Data Source: https://greatcities.uic.edu/wp-content/uploads/2016/07/GCI-Hardship-Index-Fact-SheetV2.pdf (2010-2014) https://greatcities.uic.edu/wp-content/uploads/2019/12/Hardship-Index-Fact-Sheet-2017-ACS-Final-1.pdf (2013-2017).

4.2.2. Summary Statistics#

  1. Upload the hardship index data for 2014 and 2017. The first two of seventy-seven community areas in Chicago are printed below.

raw_hardship=pd.read_excel('HIHOM20142017.xlsx')
raw_hardship.head(2)
Community index population(K) HI14 UNEMP14 NOHS14 DEP14 HOUS14 POV14 INC14 ... UNEMP17 NOHS17 DEP17 HOUS17 POV17 INC17 HOM14 HOM17 LAT LON
0 Albany Park 13 48.0 47.0 10.0 26.9 32.2 9.5 18.3 23240 ... 7.1 14.3 32.0 8.6 16.5 25848 2 1 41.96823 -87.72421
1 Archer Heights 56 14.0 54.4 14.3 32.2 38.5 9.8 14.6 16507 ... 9.2 17.9 40.2 9.7 15.9 18497 0 3 41.81093 -87.72677

2 rows × 21 columns

  1. Separate the 2014 and 2017 hardship index (HI) data into two dataframes called “dfHI14” and “dfHI17.” The column names will reflect the year.
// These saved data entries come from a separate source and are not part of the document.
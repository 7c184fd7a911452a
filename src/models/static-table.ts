import type { AddedCount } from './additive-model.ts';
import {
  type ContextTree,
  NODE_PARENT,
  NODE_SECOND,
  NODE_SYMBOL,
  NODE_WORDS,
  SYMBOL_MASK,
} from './context-tree.ts';
import { Quantiser } from './quantise.ts';

/**
 * What becomes of a symbol that its context has not seen:
 * - `escape`: an escape of weight q, the number of distinct symbols seen (method C), to the context one shorter, without exclusion
 *   (which keeps a device's decoder simple); below the empty context all m symbols are equally likely. A context that saw
 *   the whole alphabet has no escape; one that was never trained falls to the shorter one free of charge.
 * - `{ add }`: weights q·c + p for every symbol of the alphabet, order k only; uniform in a context never trained.
 * - `none`: it cannot occur (tables fitted to what is coded).
 */
export type Unseen = 'escape' | 'none' | { readonly add: AddedCount };

/** `bits`: every context's frequencies quantised to a total of 2^bits. `exact`: the weights themselves, for prices. */
export type TableTotal = { readonly bits: number } | 'exact';

/**
 * Frequencies of a static order-k model, laid out so that one state, the longest known context, is enough to code.
 *
 * Contexts are numbered; the first `positions` are the empty ones, one for each position of a symbol. Entries of context i are `entryStart[i] … entryStart[i + 1] − 1`, by
 * symbol. With `unseen: none` or `add`, only contexts of full length have intervals; the shorter ones lead to them.
 */
export interface StaticTable {
  readonly alphabetSize: number;
  readonly order: number;
  readonly positions: number;
  readonly unseen: Unseen;
  readonly entryStart: Uint32Array;
  readonly symbols: Uint32Array;
  readonly lows: Numbers;
  readonly frequencies: Numbers;
  /** Longest known context after this entry. */
  readonly next: Uint32Array;
  /** The context without its oldest symbol. */
  readonly suffix: Uint32Array;
  /** Symbols in the context. */
  readonly length: Uint8Array;
  readonly totals: Numbers;
  /** Where the interval of the escape, or of all unseen symbols, begins; equals the total when there is none. */
  readonly unseenFrom: Numbers;
  /** Weight of one unseen symbol, under `add`. */
  readonly unseenFrequency: Numbers;
  /** The context of a message's start. */
  readonly startContext: number;
}

/** 32-bit integers, or larger ones where weights are exact. */
type Numbers = Uint32Array | Float64Array;

/** Children of each node, by symbol: `children[starts[node] … starts[node + 1] − 1]`, strings that occurred only. */
export function childrenOf(tree: ContextTree): { starts: Uint32Array; children: Uint32Array } {
  const { words, nodeCount } = tree;
  const starts = new Uint32Array(nodeCount + 1);
  for (let node = 1; node < nodeCount; node++) {
    const at = node * NODE_WORDS;
    if (words[at + NODE_SECOND] > 0) starts[words[at + NODE_PARENT] + 1]++;
  }
  for (let i = 1; i < starts.length; i++) starts[i] += starts[i - 1];
  const children = new Uint32Array(starts[nodeCount]);
  const fill = starts.slice();
  for (const node of nodesBySymbol(tree, children.length)) {
    children[fill[words[node * NODE_WORDS + NODE_PARENT]]++] = node;
  }
  return { starts, children };
}

/** The nodes that occurred, by their symbol. */
function nodesBySymbol(tree: ContextTree, total: number): Uint32Array {
  const { words, nodeCount, alphabetSize } = tree;
  const sorted = new Uint32Array(total);
  const symbolOf = (node: number) => words[node * NODE_WORDS + NODE_SYMBOL] & SYMBOL_MASK;
  const occurred = (node: number) => words[node * NODE_WORDS + NODE_SECOND] > 0;
  if (total < alphabetSize / 8) {
    let count = 0;
    for (let node = 1; node < nodeCount; node++) if (occurred(node)) sorted[count++] = node;
    return sorted.sort((a, b) => symbolOf(a) - symbolOf(b) || a - b);
  }
  const places = new Uint32Array(alphabetSize + 1);
  for (let node = 1; node < nodeCount; node++) if (occurred(node)) places[symbolOf(node) + 1]++;
  for (let i = 1; i < places.length; i++) places[i] += places[i - 1];
  for (let node = 1; node < nodeCount; node++) {
    if (occurred(node)) sorted[places[symbolOf(node)]++] = node;
  }
  return sorted;
}

/** Each node's string without its oldest symbol; 0 for the empty strings. A parent and every suffix come before a node. */
export function suffixesOf(tree: ContextTree): Uint32Array {
  const { words, nodeCount, positions } = tree;
  const suffix = new Uint32Array(nodeCount);
  for (let node = positions; node < nodeCount; node++) {
    const at = node * NODE_WORDS;
    const parent = words[at + NODE_PARENT];
    suffix[node] =
      parent < positions
        ? tree.nextRoot(parent)
        : tree.find(suffix[parent], words[at + NODE_SYMBOL] & SYMBOL_MASK);
  }
  return suffix;
}

/**
 * Makes the table of a tree of strings of up to `order` + 1 symbols whose second words are counts.
 * @param countOf  what a count is taken for
 */
export function compileTable(
  tree: ContextTree,
  order: number,
  unseen: Unseen,
  total: TableTotal,
  countOf: (count: number) => number = (count) => count,
): StaticTable {
  const { words, nodeCount, alphabetSize, positions } = tree;
  const { starts, children } = childrenOf(tree);
  const suffix = suffixesOf(tree);
  const length = new Uint8Array(nodeCount);
  for (let node = positions; node < nodeCount; node++) {
    length[node] = length[words[node * NODE_WORDS + NODE_PARENT]] + 1;
  }
  const symbols = new Uint32Array(children.length);
  const next = new Uint32Array(children.length);
  // One place more than entries, for a context's escape.
  const weights = new Float64Array(children.length + 1);
  const newNumbers = (count: number) =>
    total === 'exact' ? new Float64Array(count) : new Uint32Array(count);
  const frequencies = newNumbers(children.length + 1);
  const lows = newNumbers(children.length);
  for (let i = 0; i < children.length; i++) {
    const node = children[i];
    symbols[i] = words[node * NODE_WORDS + NODE_SYMBOL] & SYMBOL_MASK;
    next[i] = length[node] <= order ? node : suffix[node];
  }
  const totals = newNumbers(nodeCount);
  const unseenFrom = newNumbers(nodeCount);
  const unseenFrequency = newNumbers(nodeCount);
  const quantiser = new Quantiser();
  const add = typeof unseen === 'object' ? unseen.add : undefined;
  for (let context = 0; context < nodeCount; context++) {
    const from = starts[context];
    const to = starts[context + 1];
    if (from === to || (unseen !== 'escape' && length[context] !== order)) continue;
    const distinct = to - from;
    let weight = 0;
    for (let i = from; i < to; i++) {
      const count = countOf(words[children[i] * NODE_WORDS + NODE_SECOND]);
      weights[i] = add === undefined ? count : add.q * count + add.p;
      weight += weights[i];
    }
    let end = to;
    if (unseen === 'escape' && distinct < alphabetSize) {
      // The next context's first entry is written later, so its place can hold the escape meanwhile.
      weights[to] = distinct;
      weight += distinct;
      end = to + 1;
    }
    const rest = add === undefined ? 0 : alphabetSize - distinct;
    if (total === 'exact') {
      for (let i = from; i < end; i++) frequencies[i] = weights[i];
      if (add !== undefined) unseenFrequency[context] = add.p;
      totals[context] = weight + rest * (add?.p ?? 0);
    } else {
      const size = 2 ** total.bits;
      totals[context] = size;
      let each = 0;
      if (add !== undefined && rest > 0) {
        const whole = weight + rest * add.p;
        const fair = Math.floor((2 * size * add.p + whole) / (2 * whole));
        each = Math.max(1, Math.min(fair, Math.floor((size - distinct) / rest)));
        unseenFrequency[context] = each;
      }
      quantiser.quantise(weights, frequencies, from, end, size - rest * each);
    }
    let low = 0;
    for (let i = from; i < to; i++) {
      lows[i] = low;
      low += frequencies[i];
    }
    unseenFrom[context] = low;
  }
  return {
    alphabetSize,
    order,
    positions,
    unseen,
    entryStart: starts,
    symbols,
    lows,
    frequencies: frequencies.subarray(0, children.length),
    next,
    suffix,
    length,
    totals,
    unseenFrom,
    unseenFrequency,
    startContext: tree.startNode(order),
  };
}
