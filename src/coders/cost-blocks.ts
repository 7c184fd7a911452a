import type { BlockFit } from './block-huffman-tables.ts';
import type { Setup } from './contract.ts';
import { type BothEnds, type CodeEstimate, type EndCost, integerBytes } from './cost.ts';
import { MEASURED, measuredCosts } from './cost-measured.ts';
import { PREFIX_CODE, prefixTableBytes } from './cost-prefix.ts';

/** A prefix code's, with a search among the blocks; or with the cutting of a block into its symbols. */
export const BLOCK_CODE: BothEnds<CodeEstimate> = {
  encoder: { statements: PREFIX_CODE.encoder.statements + 20, nestedCalls: 2 },
  decoder: { statements: PREFIX_CODE.decoder.statements + 16, nestedCalls: 2 },
};

/**
 * Costs of shipped block tables.
 *
 * Both codes lie as prefixTableBytes says. A block is one number, its symbols as digits, where 32 bits hold it, else n symbols.
 * The encoder's list of blocks rises, so that it finds one by halving; the decoder's has them in the canonical order of their
 * words, an escape among them, in place of what a code's list would hold.
 */
export function blockCosts(
  fit: BlockFit,
  n: number,
  { alphabetSize, lengths }: Setup,
): BothEnds<EndCost> {
  const { blocks, tail } = fit;
  const ngrams = fit.escape < 0 ? blocks.count : fit.escape;
  const greatest = ngrams === 0 ? 0 : blocks.symbols[ngrams - 1];
  const keyBytes = greatest < 2 ** 32 ? integerBytes(greatest) : n * integerBytes(alphabetSize - 1);
  const blockBytes = prefixTableBytes(blocks, 0);
  const tailBytes = prefixTableBytes(tail.table, alphabetSize - 1);
  return measuredCosts(n === 1 ? MEASURED.blocksOfOne : MEASURED.blocks, lengths, {
    encoder: ngrams * keyBytes + blockBytes.encoder + tailBytes.encoder,
    decoder: blocks.count * keyBytes + blockBytes.decoder + tailBytes.decoder,
  });
}
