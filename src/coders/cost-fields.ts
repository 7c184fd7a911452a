import type { FieldPlan } from '../models/field-plan.ts';
import { LINEAR } from '../models/field-residual.ts';
import type { RangeBits } from '../stages/range-precision.ts';
import type { Setup } from './contract.ts';
import {
  atBothEnds,
  type BothEnds,
  type CodeEstimate,
  type EndCost,
  endCost,
  sumOf,
} from './cost.ts';
import { FIELDS_EXTRAS, MEASURED, measuredCosts } from './cost-measured.ts';
import { rangeStateBytes } from './cost-static.ts';
import { fieldPlanArrays, fieldShape, flashBytesOf } from './fields-arrays.ts';

/** Take apart or put together, transform, context, token and extra bits, counts where they adapt; a range coder's. */
const FIELDS_CODE: BothEnds<CodeEstimate> = {
  encoder: { statements: 90, nestedCalls: 4 },
  decoder: { statements: 94, nestedCalls: 4 },
};
const ADAPTING_STATEMENTS = 16;

/** A sum over inputs, and its place among the weights. */
const LINEAR_STATEMENTS = 14;

/** An integer a part each: value, value before, the one before that where it is asked, size of the residual. */
function partStateBytes(plan: FieldPlan): number {
  const { delta2, linear } = fieldShape(plan);
  return 4 * plan.partCount * (delta2 || linear !== 'none' ? 4 : 3);
}

/** As exported; see `cost-measured.ts`. */
function exportedCosts(plan: FieldPlan, { lengths }: Setup, flashBytes: number): BothEnds<EndCost> {
  const { classes, beside, reversed, delta2, linear } = fieldShape(plan);
  const extras = [
    ...(classes ? [FIELDS_EXTRAS.classes] : []),
    ...(beside ? [FIELDS_EXTRAS.beside] : []),
    ...(reversed ? [FIELDS_EXTRAS.reversed] : []),
    ...(delta2 ? [FIELDS_EXTRAS.delta2] : []),
    ...(linear === 'none' ? [] : [FIELDS_EXTRAS.linear]),
    ...(linear === 'wide' ? [FIELDS_EXTRAS.wide] : []),
  ];
  const parts: EndCost = { flashBytes: 0, codeBytes: 0, ramBytes: partStateBytes(plan) };
  const form = measuredCosts(MEASURED.fields, lengths, {
    encoder: flashBytes,
    decoder: flashBytes,
  });
  return [{ encoder: parts, decoder: parts }, ...extras].reduce<BothEnds<EndCost>>(
    (cost, extra) => atBothEnds(cost, extra, sumOf),
    form,
  );
}

/**
 * Costs of `fields`.
 *
 * `shipped`: how each part is coded (fields-arrays.ts), and one lower end of 2 bytes a token of a table; a frequency is the
 * distance to the next. With a range of 32 bits code and RAM are those of the exported form. `learned`, `primed`: a count of 2
 * bytes a token and a total of 2 bytes a table in RAM, and under `primed` the same in flash, to start from. Where nothing is
 * exported, a carry may run back to a message's first byte, so the encoder holds its coded message. The record itself is the
 * caller's.
 */
export function fieldsCosts(
  plan: FieldPlan,
  setup: Setup,
  bits: RangeBits,
  longestCodedBytes: number,
): BothEnds<EndCost> {
  const { policy } = setup;
  const adapts = policy !== 'shipped';
  const countBytes = 2 * (plan.slotCount + plan.tableCount);
  const tableBytes = policy === 'learned' ? 0 : adapts ? countBytes : 2 * plan.slotCount;
  const flashBytes = flashBytesOf(fieldPlanArrays(plan)) + tableBytes;
  if (!adapts && bits === 32) return exportedCosts(plan, setup, flashBytes);
  // The last byte tells how many records lie before.
  const stateBytes = rangeStateBytes(bits) + partStateBytes(plan) + 1 + (adapts ? countBytes : 0);
  const code = ({ statements, nestedCalls }: CodeEstimate): CodeEstimate => ({
    statements:
      statements +
      (adapts ? ADAPTING_STATEMENTS : 0) +
      (plan.transforms.includes(LINEAR) ? LINEAR_STATEMENTS : 0),
    nestedCalls,
  });
  return {
    encoder: endCost(flashBytes, stateBytes + longestCodedBytes, code(FIELDS_CODE.encoder)),
    decoder: endCost(flashBytes, stateBytes, code(FIELDS_CODE.decoder)),
  };
}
dfHI14=raw_hardship[["Community","HI14","UNEMP14","NOHS14","DEP14","HOUS14","POV14","INC14"]]
dfHI14 = dfHI14.rename(columns = {'Community':'Community14'})
dfHI17=raw_hardship[["Community","HI17","UNEMP17","NOHS17","DEP17","HOUS17","POV17","INC17"]]
dfHI17 = dfHI17.rename(columns = {'Community':'Community17'})
  1. The first two communities’ HI and the indicator scores for 2014 are printed below.

dfHI14.head(2)
Community14 HI14 UNEMP14 NOHS14 DEP14 HOUS14 POV14 INC14
0 Albany Park 47.0 10.0 26.9 32.2 9.5 18.3 23240
1 Archer Heights 54.4 14.3 32.2 38.5 9.8 14.6 16507
  1. The scores for two communities in 2017 are printed below.

dfHI17.head(2)
Community17 HI17 UNEMP17 NOHS17 DEP17 HOUS17 POV17 INC17
0 Albany Park 45.7 7.1 14.3 32.0 8.6 16.5 25848
1 Archer Heights 56.1 9.2 17.9 40.2 9.7 15.9 18497
  1. Calculate the summary statistics for indicators from the data in all seventy-seven communities. For example, we calculate statistics for the HOUS indicator in 2017. By replacing “HOUS17,” statistics for other indicators can be calculated–like “HI17,” “NOHS17”, etc.

x=dfHI17["HOUS17"]
import numpy
print("Minimum: ", numpy.min(x))
print("Maximum: ", numpy.max(x))
print("Standard Deviation: ", numpy.std(x))
print("Mean: ", numpy.mean(x))
print("Median: ", numpy.median(x))
Minimum:  0.3
Maximum:  13.6
Standard Deviation:  2.87070805717617
Mean:  4.114285714285715
Median:  3.3

The table below lists the indicator values for several communities, as shown above, and the summary statistics for each indicator.

Drawing

4.2.3. K-Means Clustering#

We will use a machine learning method called K-means clustering (see Chapter 10.3) to visualize patterns in the geographic information. By plotting the homocide data with it, twe can investigate a relationship between location, hardship cluster, and number of homocides. We use the sklearn library for machine learning.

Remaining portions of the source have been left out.